- _The problem_
In the entries below, which lines run from the one containing "import itertools" to the one containing "live: tuple[int, ...]"? Copy exactly those lines, ends included, and no others.

▼

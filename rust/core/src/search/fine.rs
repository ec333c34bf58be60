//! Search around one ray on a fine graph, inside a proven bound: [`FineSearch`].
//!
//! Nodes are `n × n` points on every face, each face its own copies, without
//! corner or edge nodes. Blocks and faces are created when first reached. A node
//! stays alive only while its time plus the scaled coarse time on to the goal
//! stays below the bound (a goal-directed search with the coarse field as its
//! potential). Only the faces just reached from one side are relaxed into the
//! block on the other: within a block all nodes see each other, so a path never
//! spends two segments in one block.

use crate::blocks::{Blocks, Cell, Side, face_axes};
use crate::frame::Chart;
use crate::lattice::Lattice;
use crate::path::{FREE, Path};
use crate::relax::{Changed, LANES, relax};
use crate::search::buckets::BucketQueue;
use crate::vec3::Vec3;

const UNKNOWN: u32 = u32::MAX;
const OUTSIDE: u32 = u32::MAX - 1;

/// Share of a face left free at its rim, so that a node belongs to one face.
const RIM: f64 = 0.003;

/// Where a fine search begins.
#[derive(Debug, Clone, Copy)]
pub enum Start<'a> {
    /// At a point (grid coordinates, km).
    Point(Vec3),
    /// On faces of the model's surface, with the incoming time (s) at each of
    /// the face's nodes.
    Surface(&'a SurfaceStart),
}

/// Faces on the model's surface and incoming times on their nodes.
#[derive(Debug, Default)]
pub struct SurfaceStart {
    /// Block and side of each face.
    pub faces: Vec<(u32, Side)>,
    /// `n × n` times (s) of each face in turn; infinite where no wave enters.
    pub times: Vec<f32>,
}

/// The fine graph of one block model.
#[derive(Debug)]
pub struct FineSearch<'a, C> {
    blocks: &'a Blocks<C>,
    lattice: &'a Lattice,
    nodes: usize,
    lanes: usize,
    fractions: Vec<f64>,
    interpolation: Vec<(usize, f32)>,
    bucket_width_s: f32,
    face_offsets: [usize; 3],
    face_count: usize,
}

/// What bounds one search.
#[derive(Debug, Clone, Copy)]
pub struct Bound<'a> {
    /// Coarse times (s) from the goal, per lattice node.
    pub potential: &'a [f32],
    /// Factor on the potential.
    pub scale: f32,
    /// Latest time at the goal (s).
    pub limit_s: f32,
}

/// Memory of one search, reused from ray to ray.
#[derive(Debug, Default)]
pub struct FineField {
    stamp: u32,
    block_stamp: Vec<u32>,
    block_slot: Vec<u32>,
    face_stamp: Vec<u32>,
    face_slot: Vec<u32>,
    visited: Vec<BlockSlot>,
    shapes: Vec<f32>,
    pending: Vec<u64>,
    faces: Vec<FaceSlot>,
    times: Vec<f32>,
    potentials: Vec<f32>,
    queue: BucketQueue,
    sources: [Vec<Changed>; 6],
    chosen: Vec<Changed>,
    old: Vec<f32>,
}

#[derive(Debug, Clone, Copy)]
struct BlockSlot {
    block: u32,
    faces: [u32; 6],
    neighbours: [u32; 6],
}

▲
▼

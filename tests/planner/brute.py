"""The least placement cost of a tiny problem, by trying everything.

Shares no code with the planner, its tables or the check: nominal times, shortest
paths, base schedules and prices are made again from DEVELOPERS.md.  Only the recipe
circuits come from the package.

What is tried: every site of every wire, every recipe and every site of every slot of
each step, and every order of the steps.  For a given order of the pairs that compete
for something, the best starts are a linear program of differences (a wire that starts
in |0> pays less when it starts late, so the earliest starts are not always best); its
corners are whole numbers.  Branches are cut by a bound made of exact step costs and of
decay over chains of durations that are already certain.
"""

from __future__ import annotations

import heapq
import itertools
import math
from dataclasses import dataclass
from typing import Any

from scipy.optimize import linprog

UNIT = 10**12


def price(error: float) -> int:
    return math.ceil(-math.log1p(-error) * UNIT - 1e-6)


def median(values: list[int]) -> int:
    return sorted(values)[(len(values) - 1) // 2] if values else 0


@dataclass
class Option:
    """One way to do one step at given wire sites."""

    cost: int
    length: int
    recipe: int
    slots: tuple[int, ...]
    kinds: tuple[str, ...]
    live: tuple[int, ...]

▲

- _Response_
import itertools
import math
from dataclasses import dataclass
from typing import Any

from scipy.optimize import linprog

UNIT = 10**12


def price(error: float) -> int:
    return math.ceil(-math.log1p(-error) * UNIT - 1e-6)


def median(values: list[int]) -> int:
    return sorted(values)[(len(values) - 1) // 2] if values else 0


@dataclass
class Option:
    """One way to do one step at given wire sites."""

    cost: int
    length: int
    recipe: int
    slots: tuple[int, ...]
    kinds: tuple[str, ...]
    live: tuple[int, ...]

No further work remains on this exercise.